Bed Spread: an Expression-Oriented Code-in-Database System
Project description
Bed Spread: an Expression-Oriented Code-in-Database System
In late 1979, Visicalc plugged a domain-specific pure-functional programming language into a rectangular grid on a personal computer, and lo, how the world was changed. But outside of spreadsheets and a few smug exceptions, virtually all other programming today is still done as (collections of) long text files.
This project represents an attempt to do for general-purpose programming what Visicalc did for run-of-the-mill data modelling, presentation, and analysis.
Let us build a small functional programming system that does not rely for block-structuring on anything that behaves too much like conventional text files. Let each declaration be a record (or several) in a relational database. And let there be a simple proof-of-concept UI for navigating, reading, editing, and running code.
This has many interesting consequences. Some examples:
- Extract documentation with but a simple SQL query.
- No more crazy quoting: Long strings, complex regular expressions, even comments just go in separate records tagged with their kind.
- Parsing is vastly simplified for the same reason: wacky quoting machinery need not be considered, specified, or implemented.
- Custom extra attributes on code objects are as simple as adding fields in a database. Oh, and tweaking the reference UI to respect them.
- Existing generic database editors make usable interim tooling for bootstrapping an ecosystem.
Results are in progress, and conclusions are to be determined. There's a paper under construction, and when finished it will most likely be put someplace public.
Development Roadmap
Note: UDF here stands for User-Defined Function.
- Decide on host language for initial development (presumably Python)
- Hack together a typical math-like functional expression grammar with a right-associative selection form.
- Console-hosted read-parse-display loop
- Console-hosted read-eval-print loop (REPL) without stored functions, but with intrinsics and lambda forms.
- Minimal database schema for UDFs, and a few simple samples.
- Adjust REPL to pull UDFs from a database.
- Abstract over DB access to isolate the concern.
- Add Lazy Evaluation.
- Add Strings.
- Add Turtle Graphics. This may be cause to do something about monads, or at least add a semicolon.
- Minimal graphical shell: a console, a function index with search facility, and a clause editor.
- Add algebraic types, first to the schema, then the grammar, then
- Do something about monads. This may involve
- Add schema and REPL support for access to foreign function interface.
Documentation:
Documentation is at readthedocs. A first-draft list of headings is:
- Starting with Bed Spread: How to open the REPL and play
- The Bed Spread expression grammar
- Functions you can use, right out of the box
- Make your own functions
- Simple Input and Output
- Data Structures
- I/O with Files:
- Structured
- Free-form
- Turtle Graphics
- Games
- Sharing your project
- Bindings to components written in other languages
- System Internals
Application to Education
The specific STEM skill exposure to this system should most improve is functional abstraction.
Part of the plan is to get turtle graphics into the mix fairly early on.
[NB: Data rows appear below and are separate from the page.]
@dataclass
class Evaluation:
    """Objective and constraint values of a batch of ``M`` stacks.

    Attributes
    ----------
    gaps_eV : numpy.ndarray
        ``(M, N)`` gaps [eV], top first.
    value : numpy.ndarray
        Main objective, ``(M,)`` (efficiency as a fraction).
    robust : numpy.ndarray or None
        Worst main objective over the 2^k corners and centre of the +/- delta box of the
        ``k`` free gaps, ``(M,)``; ``None`` without the robustness objective.
    mismatch_ratio : numpy.ndarray
        Smallest over largest junction photocurrent, ``(M,)``.
    constraints : numpy.ndarray
        ``(M, C)`` constraint values in optuna's convention (``<= 0`` feasible), columns
        named by :attr:`SearchProblem.constraint_names`.
    thickness_m : numpy.ndarray or None
        ``(M, K)`` thicknesses [m] of the junctions with a thickness window, top first;
        ``None`` without thickness variables.
    """

    gaps_eV: np.ndarray  # noqa: N815
    value: np.ndarray
    robust: np.ndarray | None
    mismatch_ratio: np.ndarray
    constraints: np.ndarray
    thickness_m: np.ndarray | None = None

    @property
    def feasible(self) -> np.ndarray:
        """True where every constraint holds, ``(M,)``."""
        return np.all(self.constraints <= 0, axis=1)


@dataclass
class SearchProblem:
    """A validated band-gap search problem (build it with :func:`make_problem`).

    Attributes
    ----------
    n_junctions : int
        Junctions per stack (2-6).
    connection : str
        Connection name.
    bounds_eV : numpy.ndarray
        ``(N, 2)`` gap windows [eV], top first (a fixed junction has low == high).
    fixed : numpy.ndarray
        ``(N,)`` bool, True for a fixed gap.
    min_spacing_eV : float
        Smallest allowed ``E_i - E_{i+1}`` [eV].
    min_mismatch_ratio : float or None
        Smallest allowed ``min(J_ph) / max(J_ph)``.
    robustness_eV : float or None
        Tolerance of the robustness objective [eV]; ``None`` for a single objective.
    objective : Objective
        What is maximised.
    conditions : dict
        The :func:`gapmatch.evaluate` keyword conditions (for the final full evaluation).
    thickness_junctions : numpy.ndarray
        ``(K,)`` indices (0 = top) of the junctions whose absorber thickness is searched,
        in order; empty for a gap-only search.
    thickness_bounds_m : numpy.ndarray
        ``(K, 2)`` their thickness windows [m].

    Notes
    -----
    The search variables ``x`` are the free gaps [eV] followed by ``log10`` of each
    searched thickness [m] (:attr:`var_bounds`); :meth:`split` turns them into gaps and
    thicknesses, :meth:`evaluate_vars` evaluates them.
    """

    n_junctions: int
    connection: str
    bounds_eV: np.ndarray  # noqa: N815
    fixed: np.ndarray
    min_spacing_eV: float  # noqa: N815
    min_mismatch_ratio: float | None
    robustness_eV: float | None  # noqa: N815
    objective: Objective
    conditions: dict = field(default_factory=dict)
    thickness_junctions: np.ndarray = field(default_factory=lambda: np.zeros(0, dtype=int))
    thickness_bounds_m: np.ndarray = field(default_factory=lambda: np.zeros((0, 2)))

    # ---- variables ---------------------------------------------------------------------
    @property
    def free(self) -> np.ndarray:
        """Indices of the free junctions (0 = top)."""
        return np.flatnonzero(~self.fixed)

    @property
    def n_free(self) -> int:
        """Number of free gaps."""
        return int((~self.fixed).sum())

    @property
    def n_thick(self) -> int:
        """Number of searched thicknesses."""
        return len(self.thickness_junctions)

    @property
    def n_vars(self) -> int:
        """Number of search variables (free gaps, then searched thicknesses)."""
        return self.n_free + self.n_thick

    @property
    def param_names(self) -> list[str]:
        """optuna parameter names: the free gaps (``gap_<k>_eV``, 1 = top), then the
        searched thicknesses (``thickness_<k>_m``, sampled on a log scale)."""
        return [f"gap_{k + 1}_eV" for k in self.free] + [
            f"thickness_{k + 1}_m" for k in self.thickness_junctions
        ]

    @property
    def var_bounds(self) -> np.ndarray:
        """``(n_vars, 2)`` bounds of the search variables: free gaps [eV], then ``log10``
        of the thickness windows [m]."""
        return np.vstack(
            [self.bounds_eV[self.free], np.log10(self.thickness_bounds_m).reshape(-1, 2)]
        )

    def split(self, x: np.ndarray) -> tuple[np.ndarray, np.ndarray | None]:
        """``(M, N)`` gaps [eV] and ``(M, K)`` thicknesses [m] (``None`` for a gap-only
        search) from ``(M, n_vars)`` search variables."""
        x = np.atleast_2d(np.asarray(x, dtype=float))
        gaps = self.full_gaps(x[:, : self.n_free])
        if not self.n_thick:
            return gaps, None
        return gaps, 10.0 ** x[:, self.n_free :]

    def params_from_x(self, x: np.ndarray) -> dict[str, float]:
        """optuna parameters (gaps [eV], thicknesses [m]) of one variable vector."""
        x = np.asarray(x, dtype=float).ravel()
        vals = [float(v) for v in x[: self.n_free]] + [float(10.0**v) for v in x[self.n_free :]]
        return dict(zip(self.param_names, vals, strict=True))

    def x_from_params(self, params: dict) -> np.ndarray:
        """The variable vector of optuna parameters (inverse of :meth:`params_from_x`)."""
        names = self.param_names
        g = [float(params[nm]) for nm in names[: self.n_free]]
        t = [math.log10(float(params[nm])) for nm in names[self.n_free :]]
        return np.array(g + t, dtype=float)

    def thickness_windows_nm(self) -> dict[int, tuple[float, float]]:
        """``{junction (1 = top): (low, high)}`` thickness windows [nm]."""

        def nm(v: float) -> float:  # 12 digits: undo the round-off of nm -> m
            return float(f"{float(v) * 1e9:.12g}")

        return {
            int(k) + 1: (nm(lo), nm(hi))
            for k, (lo, hi) in zip(self.thickness_junctions, self.thickness_bounds_m, strict=True)
        }

    @property
    def objective_names(self) -> list[str]:
        """Names of the objectives (one, or two with robustness)."""
        names = [self.objective.name]
        if self.robustness_eV is not None:
            names.append(f"worst_{self.objective.name}")
        return names

    @property
    def constraint_names(self) -> list[str]:
        """Names of the constraint columns (``<= 0`` feasible)."""
        names = ["spacing_violation_eV"]
        if self.min_mismatch_ratio is not None:
            names.append("mismatch_violation")
        return names

    def full_gaps(self, x: np.ndarray) -> np.ndarray:
        """``(M, N)`` gaps [eV] from ``(M, n_free)`` free gaps (fixed ones filled in)."""
        x = np.atleast_2d(np.asarray(x, dtype=float))
        g = np.broadcast_to(self.bounds_eV[:, 0], (x.shape[0], self.n_junctions)).copy()
        g[:, self.free] = x
        return g

    # ---- evaluation ------------------------------------------------------------------
    def spacing_violation(self, gaps_eV: np.ndarray) -> np.ndarray:  # noqa: N803
        """Largest shortfall of neighbour spacing [eV], ``(M,)`` (``<= 0`` when ordered)."""
        return np.max(self.min_spacing_eV - (gaps_eV[:, :-1] - gaps_eV[:, 1:]), axis=1)

    def evaluate(
        self,
        gaps_eV: np.ndarray,  # noqa: N803
        *,
        robust: bool | None = None,
        thickness_m: np.ndarray | None = None,
    ) -> Evaluation:
        """Objective and constraints of ``(M, N)`` gaps [eV] in one batch.

        Parameters
        ----------
        gaps_eV : numpy.ndarray
            Gaps [eV], top first (not validated; the search keeps them in the windows).
        robust : bool, optional
            Also evaluate the robustness objective (default: when the problem has one).
            The 2^k corners and the centre of every stack's box go through the
            evaluator in the same batch (the box is over the free gaps; thicknesses are
            held).
        thickness_m : numpy.ndarray, optional
            ``(M, K)`` thicknesses [m] of the searched junctions (default: each window's
            upper end, the thick absorber).
        """
        g = np.atleast_2d(np.asarray(gaps_eV, dtype=float))
        m, n = g.shape
        if robust is None:
            robust = self.robustness_eV is not None
        th = None
        if self.n_thick:
            th = self.thickness_bounds_m[:, 1] if thickness_m is None else thickness_m
            th = np.broadcast_to(np.asarray(th, dtype=float), (m, self.n_thick))
        worst = None
        if robust and self.robustness_eV is not None:
            offs = self.corner_offsets()
            allg = (g[:, None, :] + offs[None, :, :]).reshape(-1, n)
            extra = None if th is None else np.repeat(th, len(offs), axis=0)
            ob = self.objective.evaluate(np.clip(allg, *GAP_RANGE_EV), extra)
            vals = ob.value.reshape(m, len(offs))
            value, jph = vals[:, 0], ob.jph_A_m2.reshape(m, len(offs), n)[:, 0]
            worst = vals.min(axis=1)
        else:
            ob = self.objective.evaluate(g) if th is None else self.objective.evaluate(g, th)
            value, jph = ob.value, ob.jph_A_m2
        mx = jph.max(axis=1)
        with np.errstate(divide="ignore", invalid="ignore"):
            ratio = np.where(mx > 0, jph.min(axis=1) / mx, 0.0)
        cons = [self.spacing_violation(g)]
        if self.min_mismatch_ratio is not None:
            cons.append(self.min_mismatch_ratio - ratio)
        return Evaluation(g, value, worst, ratio, np.stack(cons, axis=1), th)

    def evaluate_vars(self, x: np.ndarray, *, robust: bool | None = None) -> Evaluation:
        """:meth:`evaluate` of ``(M, n_vars)`` search variables (see :meth:`split`)."""
        gaps, th = self.split(x)
        return self.evaluate(gaps, robust=robust, thickness_m=th)

    def corner_offsets(self) -> np.ndarray:
        """Centre, then the 2^k corners of the +/- delta box of the free gaps [eV].

        Returns an array of shape ``(1 + 2^k, N)``.
        """
        d = float(self.robustness_eV or 0.0)
        offs = np.zeros((1 + 2**self.n_free, self.n_junctions))
        for i, signs in enumerate(itertools.product((-1.0, 1.0), repeat=self.n_free)):
            offs[1 + i, self.free] = d * np.asarray(signs)
        return offs

    def full_evaluation(self, gaps_eV, thickness_m=None) -> dict:  # noqa: N803
        """The checked evaluation of one stack, with its loss breakdown: exactly what
        ``gapmatch evaluate --json`` prints for it (``BatchResult.stack(0)``).
        ``thickness_m`` ``(K,)`` [m] sets the searched junctions' thicknesses (default:
        each window's upper end)."""
        gaps = list(map(float, gaps_eV))
        return evaluate(
            gaps, self.connection, losses=True, **self.evaluate_conditions(thickness_m)
        ).stack(0)

    def evaluate_conditions(self, thickness_m=None) -> dict:
        """The :func:`gapmatch.evaluate` keywords of one stack of this problem, with the
        searched thicknesses ``(K,)`` [m] (default: each window's upper end) filled into
        ``thickness_nm``."""
        cond = dict(self.conditions)
        if not self.n_thick:
            return cond
        th = self.thickness_bounds_m[:, 1] if thickness_m is None else thickness_m
        nm = _per_junction_nm(cond.get("thickness_nm"), self.n_junctions)
        nm[self.thickness_junctions] = np.asarray(th, dtype=float).ravel() * 1e9
        cond["thickness_nm"] = [None if not math.isfinite(v) else float(v) for v in nm]
        return cond

    def thick_problem(self) -> SearchProblem:
        """The same problem with every searched thickness held at its window's upper end
        (the thick-absorber reference a thinned optimum is compared with)."""
        if not self.n_thick:
            return self
        cond = self.evaluate_conditions(None)
        probe = np.vstack([self.bounds_eV[:, 0], self.bounds_eV[:, 1]])
        obj = EfficiencyObjective(self.connection, cond, probe_gaps_eV=probe)
        return dataclasses.replace(
            self,
            objective=obj,
            conditions=cond,
            thickness_junctions=np.zeros(0, dtype=int),
            thickness_bounds_m=np.zeros((0, 2)),
        )

    # ---- identity ----------------------------------------------------------------------
    def describe(self) -> dict:
        """JSON-ready definition (stored with the study, compared on resume)."""
        d = {
            "n_junctions": self.n_junctions,
            "connection": self.connection,
            "bounds_eV": self.bounds_eV.round(6).tolist(),
            "fixed": self.fixed.tolist(),
            "min_spacing_eV": self.min_spacing_eV,
            "min_mismatch_ratio": self.min_mismatch_ratio,
            "robustness_eV": self.robustness_eV,
            "objective": self.objective.describe(),
        }
        if self.n_thick:  # (absent otherwise: older studies keep their names)
            d["thickness_windows_nm"] = {
                str(j): [round(lo, 6), round(hi, 6)]
                for j, (lo, hi) in self.thickness_windows_nm().items()
            }
        return d

    def fingerprint(self) -> str:
        """Short hash of :meth:`describe` (default study names use it)."""
        raw = json.dumps(self.describe(), sort_keys=True, default=str).encode()
        return hashlib.sha1(raw).hexdigest()[:8]

    def default_study_name(self) -> str:
        """``<N>J-<connection>-<spectrum>-<hash>``."""
        spec = str(
            self.conditions.get("spectrum_file") or self.conditions.get("spectrum", "AM1.5G")
        )
        spec = Path(spec).stem if self.conditions.get("spectrum_file") else spec
        return f"{self.n_junctions}J-{self.connection}-{spec}-{self.fingerprint()}"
Also, the aim is an approachable, highly interactive, and supportive functional programming system. Once students have a grasp of mathematical syntax, they should be able to write formulas for fun and profit. The on-screen supportive development environment should remove most frustrations associated with large code files. Once Bed Spread is in shape for it, I would welcome the help of educators to build curricula based on subsets of the complete system and aligned either with concurrently-taught topics, or perhaps something kids enjoy like making and playing games (e.g. 2-D side scrollers like "Flighty Avian").